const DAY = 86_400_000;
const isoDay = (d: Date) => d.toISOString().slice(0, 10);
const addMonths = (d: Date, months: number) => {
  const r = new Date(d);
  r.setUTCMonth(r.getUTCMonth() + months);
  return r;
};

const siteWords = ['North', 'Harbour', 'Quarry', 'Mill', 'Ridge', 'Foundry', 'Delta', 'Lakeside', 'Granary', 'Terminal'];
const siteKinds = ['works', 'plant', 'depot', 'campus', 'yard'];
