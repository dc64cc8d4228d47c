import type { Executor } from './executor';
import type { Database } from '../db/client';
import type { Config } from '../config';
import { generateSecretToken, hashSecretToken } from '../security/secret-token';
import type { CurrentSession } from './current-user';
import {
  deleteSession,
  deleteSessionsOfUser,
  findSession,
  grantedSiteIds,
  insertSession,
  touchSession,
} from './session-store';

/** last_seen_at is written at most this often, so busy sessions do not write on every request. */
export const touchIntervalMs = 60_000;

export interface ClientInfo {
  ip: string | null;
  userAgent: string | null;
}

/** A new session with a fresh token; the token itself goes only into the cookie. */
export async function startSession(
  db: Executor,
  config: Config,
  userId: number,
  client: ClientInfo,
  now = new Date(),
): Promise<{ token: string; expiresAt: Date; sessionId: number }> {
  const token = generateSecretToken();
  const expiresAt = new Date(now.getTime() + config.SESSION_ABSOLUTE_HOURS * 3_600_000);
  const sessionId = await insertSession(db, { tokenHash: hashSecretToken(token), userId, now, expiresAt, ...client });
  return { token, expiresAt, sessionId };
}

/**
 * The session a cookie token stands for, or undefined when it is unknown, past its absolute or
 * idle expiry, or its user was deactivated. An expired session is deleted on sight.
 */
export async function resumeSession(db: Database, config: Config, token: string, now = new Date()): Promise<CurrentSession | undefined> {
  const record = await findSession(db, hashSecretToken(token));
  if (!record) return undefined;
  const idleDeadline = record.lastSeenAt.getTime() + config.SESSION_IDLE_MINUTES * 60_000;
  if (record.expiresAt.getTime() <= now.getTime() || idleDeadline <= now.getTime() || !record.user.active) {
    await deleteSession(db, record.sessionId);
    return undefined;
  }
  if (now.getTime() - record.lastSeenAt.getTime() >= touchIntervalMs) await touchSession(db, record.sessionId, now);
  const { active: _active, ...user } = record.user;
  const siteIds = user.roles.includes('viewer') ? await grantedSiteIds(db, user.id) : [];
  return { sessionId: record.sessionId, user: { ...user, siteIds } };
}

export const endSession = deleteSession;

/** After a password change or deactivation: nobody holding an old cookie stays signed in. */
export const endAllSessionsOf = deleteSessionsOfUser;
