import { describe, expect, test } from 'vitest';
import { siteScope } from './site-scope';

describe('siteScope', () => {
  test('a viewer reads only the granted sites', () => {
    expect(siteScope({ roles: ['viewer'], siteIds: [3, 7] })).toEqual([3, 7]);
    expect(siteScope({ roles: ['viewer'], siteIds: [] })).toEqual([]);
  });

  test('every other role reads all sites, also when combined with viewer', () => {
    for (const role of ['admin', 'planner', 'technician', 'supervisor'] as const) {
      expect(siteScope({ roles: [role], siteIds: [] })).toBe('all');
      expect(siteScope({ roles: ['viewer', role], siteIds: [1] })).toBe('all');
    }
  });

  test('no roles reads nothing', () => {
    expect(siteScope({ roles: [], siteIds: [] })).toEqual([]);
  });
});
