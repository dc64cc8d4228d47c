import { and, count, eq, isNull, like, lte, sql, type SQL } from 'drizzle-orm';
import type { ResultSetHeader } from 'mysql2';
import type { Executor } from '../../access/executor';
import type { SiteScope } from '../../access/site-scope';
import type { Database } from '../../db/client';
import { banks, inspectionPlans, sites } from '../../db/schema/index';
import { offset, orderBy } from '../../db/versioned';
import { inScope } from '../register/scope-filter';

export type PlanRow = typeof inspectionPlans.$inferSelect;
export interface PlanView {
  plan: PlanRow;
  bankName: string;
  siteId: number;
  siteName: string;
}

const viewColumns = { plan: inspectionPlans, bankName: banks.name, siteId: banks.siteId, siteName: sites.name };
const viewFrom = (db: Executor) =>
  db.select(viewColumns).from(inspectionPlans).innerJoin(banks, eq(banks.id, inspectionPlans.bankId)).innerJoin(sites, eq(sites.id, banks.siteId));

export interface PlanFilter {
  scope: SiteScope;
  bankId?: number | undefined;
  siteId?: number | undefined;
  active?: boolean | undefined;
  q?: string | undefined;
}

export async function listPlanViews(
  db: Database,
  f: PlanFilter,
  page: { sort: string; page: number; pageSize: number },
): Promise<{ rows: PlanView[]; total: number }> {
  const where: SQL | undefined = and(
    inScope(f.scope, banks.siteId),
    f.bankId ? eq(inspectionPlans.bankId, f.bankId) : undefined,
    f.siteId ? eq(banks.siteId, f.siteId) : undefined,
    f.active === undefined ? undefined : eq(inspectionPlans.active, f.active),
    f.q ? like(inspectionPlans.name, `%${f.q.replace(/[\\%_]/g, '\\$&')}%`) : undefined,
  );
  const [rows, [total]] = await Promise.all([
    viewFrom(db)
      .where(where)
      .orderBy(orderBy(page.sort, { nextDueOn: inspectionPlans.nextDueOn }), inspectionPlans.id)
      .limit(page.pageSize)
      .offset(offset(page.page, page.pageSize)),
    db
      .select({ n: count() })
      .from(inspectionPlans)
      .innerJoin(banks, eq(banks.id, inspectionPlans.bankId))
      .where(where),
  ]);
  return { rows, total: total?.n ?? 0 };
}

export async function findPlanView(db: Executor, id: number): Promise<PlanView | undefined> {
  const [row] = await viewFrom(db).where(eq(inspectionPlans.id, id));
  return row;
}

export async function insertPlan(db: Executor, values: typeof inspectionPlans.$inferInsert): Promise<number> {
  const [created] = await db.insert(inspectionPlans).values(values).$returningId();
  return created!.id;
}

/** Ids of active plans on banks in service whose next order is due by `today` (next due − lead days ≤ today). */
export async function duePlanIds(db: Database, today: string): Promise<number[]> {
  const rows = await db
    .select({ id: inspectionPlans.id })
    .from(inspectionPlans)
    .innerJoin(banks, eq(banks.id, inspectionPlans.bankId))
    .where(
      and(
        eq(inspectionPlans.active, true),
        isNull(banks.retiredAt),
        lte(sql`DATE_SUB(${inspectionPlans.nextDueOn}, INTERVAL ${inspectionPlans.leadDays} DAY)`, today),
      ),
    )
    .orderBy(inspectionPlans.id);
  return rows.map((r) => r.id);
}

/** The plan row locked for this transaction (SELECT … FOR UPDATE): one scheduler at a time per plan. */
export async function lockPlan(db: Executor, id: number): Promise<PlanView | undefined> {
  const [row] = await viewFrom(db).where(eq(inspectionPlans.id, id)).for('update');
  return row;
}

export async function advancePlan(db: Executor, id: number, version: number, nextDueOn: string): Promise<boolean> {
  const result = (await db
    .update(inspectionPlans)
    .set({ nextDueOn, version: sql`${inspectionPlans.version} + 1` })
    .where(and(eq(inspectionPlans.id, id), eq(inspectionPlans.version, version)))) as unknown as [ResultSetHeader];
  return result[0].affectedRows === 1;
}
----
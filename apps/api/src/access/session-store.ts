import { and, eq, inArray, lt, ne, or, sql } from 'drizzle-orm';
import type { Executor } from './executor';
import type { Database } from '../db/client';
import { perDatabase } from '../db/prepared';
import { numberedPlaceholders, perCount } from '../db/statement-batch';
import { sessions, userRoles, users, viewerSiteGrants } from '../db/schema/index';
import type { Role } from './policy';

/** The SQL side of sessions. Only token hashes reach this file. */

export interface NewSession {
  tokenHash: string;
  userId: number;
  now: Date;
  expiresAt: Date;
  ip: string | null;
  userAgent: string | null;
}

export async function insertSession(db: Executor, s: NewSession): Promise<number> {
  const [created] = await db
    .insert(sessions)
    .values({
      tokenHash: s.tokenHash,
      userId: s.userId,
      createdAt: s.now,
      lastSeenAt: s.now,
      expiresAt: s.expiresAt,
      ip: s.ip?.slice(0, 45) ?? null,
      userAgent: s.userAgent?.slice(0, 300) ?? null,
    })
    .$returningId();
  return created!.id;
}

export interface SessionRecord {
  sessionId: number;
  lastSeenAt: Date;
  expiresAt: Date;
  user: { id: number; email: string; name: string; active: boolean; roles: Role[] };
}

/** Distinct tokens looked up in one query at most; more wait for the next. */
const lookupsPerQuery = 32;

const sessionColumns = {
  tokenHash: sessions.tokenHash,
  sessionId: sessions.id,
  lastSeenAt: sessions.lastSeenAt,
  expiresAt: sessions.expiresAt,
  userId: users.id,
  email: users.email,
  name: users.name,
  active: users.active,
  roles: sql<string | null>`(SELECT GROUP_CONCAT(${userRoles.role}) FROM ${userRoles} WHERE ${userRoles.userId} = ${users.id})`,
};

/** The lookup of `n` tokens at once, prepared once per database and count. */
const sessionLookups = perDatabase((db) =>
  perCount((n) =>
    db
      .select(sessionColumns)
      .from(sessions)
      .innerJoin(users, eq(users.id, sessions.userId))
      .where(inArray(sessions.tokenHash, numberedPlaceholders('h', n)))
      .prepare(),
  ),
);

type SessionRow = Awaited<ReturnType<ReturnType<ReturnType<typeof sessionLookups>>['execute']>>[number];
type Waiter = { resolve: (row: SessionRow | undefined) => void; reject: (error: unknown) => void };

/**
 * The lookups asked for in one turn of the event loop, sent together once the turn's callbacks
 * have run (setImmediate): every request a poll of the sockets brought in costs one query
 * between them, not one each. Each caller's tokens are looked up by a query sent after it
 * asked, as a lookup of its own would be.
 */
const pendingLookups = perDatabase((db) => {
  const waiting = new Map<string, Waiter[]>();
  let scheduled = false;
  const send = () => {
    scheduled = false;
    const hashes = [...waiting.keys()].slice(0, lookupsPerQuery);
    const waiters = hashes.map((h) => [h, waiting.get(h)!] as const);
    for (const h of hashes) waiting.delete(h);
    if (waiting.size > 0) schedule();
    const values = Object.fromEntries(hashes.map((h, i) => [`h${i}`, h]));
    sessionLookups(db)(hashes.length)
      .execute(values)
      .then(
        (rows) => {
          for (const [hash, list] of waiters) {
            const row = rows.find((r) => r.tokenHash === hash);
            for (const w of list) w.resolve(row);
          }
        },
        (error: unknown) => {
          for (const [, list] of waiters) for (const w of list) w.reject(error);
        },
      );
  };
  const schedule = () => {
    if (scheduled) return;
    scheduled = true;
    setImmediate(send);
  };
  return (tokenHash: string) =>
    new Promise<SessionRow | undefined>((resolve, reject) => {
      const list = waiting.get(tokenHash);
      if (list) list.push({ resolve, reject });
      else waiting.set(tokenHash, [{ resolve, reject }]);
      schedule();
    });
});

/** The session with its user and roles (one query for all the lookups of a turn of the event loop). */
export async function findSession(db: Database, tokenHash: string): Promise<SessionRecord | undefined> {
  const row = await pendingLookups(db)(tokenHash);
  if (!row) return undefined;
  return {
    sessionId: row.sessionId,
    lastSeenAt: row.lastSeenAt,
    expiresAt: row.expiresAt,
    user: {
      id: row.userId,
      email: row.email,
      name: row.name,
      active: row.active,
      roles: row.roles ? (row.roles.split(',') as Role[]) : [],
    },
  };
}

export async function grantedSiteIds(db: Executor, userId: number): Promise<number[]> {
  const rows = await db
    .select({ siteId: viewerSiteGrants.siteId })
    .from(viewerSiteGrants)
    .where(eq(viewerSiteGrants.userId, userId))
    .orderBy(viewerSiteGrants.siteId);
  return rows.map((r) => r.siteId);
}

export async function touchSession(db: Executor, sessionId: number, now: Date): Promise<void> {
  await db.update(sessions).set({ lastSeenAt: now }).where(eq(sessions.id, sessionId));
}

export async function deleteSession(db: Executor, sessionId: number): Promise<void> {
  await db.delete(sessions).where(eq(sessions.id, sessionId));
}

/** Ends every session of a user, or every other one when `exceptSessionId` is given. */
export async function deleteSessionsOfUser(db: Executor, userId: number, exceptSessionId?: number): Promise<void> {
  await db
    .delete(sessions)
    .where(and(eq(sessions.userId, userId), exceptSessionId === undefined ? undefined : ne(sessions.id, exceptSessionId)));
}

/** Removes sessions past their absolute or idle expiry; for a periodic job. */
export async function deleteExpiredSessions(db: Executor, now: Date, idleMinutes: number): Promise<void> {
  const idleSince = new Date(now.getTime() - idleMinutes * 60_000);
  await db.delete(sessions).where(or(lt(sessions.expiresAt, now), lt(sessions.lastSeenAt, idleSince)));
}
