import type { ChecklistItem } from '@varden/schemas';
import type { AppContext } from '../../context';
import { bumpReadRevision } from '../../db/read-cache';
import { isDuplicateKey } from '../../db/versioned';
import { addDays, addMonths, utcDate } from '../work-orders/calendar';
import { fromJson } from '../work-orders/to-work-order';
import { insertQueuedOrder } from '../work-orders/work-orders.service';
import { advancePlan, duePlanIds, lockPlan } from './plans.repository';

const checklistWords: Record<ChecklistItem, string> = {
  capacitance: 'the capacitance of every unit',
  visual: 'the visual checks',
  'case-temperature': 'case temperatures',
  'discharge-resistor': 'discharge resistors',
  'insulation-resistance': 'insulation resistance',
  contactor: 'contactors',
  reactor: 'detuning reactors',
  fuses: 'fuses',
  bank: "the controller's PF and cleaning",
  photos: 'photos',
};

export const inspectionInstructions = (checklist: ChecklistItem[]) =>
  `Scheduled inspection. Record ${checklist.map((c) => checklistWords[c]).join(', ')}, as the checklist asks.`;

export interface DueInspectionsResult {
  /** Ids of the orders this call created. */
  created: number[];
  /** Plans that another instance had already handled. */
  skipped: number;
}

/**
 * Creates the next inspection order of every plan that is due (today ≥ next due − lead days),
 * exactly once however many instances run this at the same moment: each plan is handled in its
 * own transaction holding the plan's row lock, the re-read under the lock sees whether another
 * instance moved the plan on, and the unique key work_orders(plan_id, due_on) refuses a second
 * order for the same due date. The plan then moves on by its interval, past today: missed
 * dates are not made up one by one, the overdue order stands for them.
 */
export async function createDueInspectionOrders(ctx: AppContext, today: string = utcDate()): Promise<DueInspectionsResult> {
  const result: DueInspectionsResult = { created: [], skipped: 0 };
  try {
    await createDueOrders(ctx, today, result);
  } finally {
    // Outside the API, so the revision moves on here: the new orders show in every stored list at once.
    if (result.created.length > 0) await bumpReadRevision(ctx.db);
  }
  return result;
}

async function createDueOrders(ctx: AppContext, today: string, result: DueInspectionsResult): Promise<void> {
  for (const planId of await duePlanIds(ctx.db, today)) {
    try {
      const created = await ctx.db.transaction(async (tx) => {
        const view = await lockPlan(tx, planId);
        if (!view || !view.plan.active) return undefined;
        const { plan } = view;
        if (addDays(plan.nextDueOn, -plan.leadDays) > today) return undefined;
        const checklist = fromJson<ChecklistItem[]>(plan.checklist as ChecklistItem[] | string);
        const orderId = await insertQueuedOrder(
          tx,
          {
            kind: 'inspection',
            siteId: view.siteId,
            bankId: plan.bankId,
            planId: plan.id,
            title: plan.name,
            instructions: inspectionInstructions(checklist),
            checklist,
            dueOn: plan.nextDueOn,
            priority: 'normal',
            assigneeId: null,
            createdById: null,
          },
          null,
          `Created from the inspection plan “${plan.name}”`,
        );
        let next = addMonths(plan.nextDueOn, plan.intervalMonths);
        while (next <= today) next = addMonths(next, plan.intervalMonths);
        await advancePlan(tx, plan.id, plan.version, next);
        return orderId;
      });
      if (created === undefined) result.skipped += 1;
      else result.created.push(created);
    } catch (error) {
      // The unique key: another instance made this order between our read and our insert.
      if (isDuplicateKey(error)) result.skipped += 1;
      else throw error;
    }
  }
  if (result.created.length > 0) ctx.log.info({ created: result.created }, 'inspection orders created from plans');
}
----
* Exercise objective *
Looking at the records above, return exactly the lines from the line with "filename apps/api/src/access/session-store.ts" to the line with "userRoles, users, viewerSiteGrants", both ends included.

* Result of the task *
filename apps/api/src/access/session-store.ts
import { and, eq, inArray, lt, ne, or, sql } from 'drizzle-orm';
import type { Executor } from './executor';
import type { Database } from '../db/client';
import { perDatabase } from '../db/prepared';
import { numberedPlaceholders, perCount } from '../db/statement-batch';
import { sessions, userRoles, users, viewerSiteGrants } from '../db/schema/index';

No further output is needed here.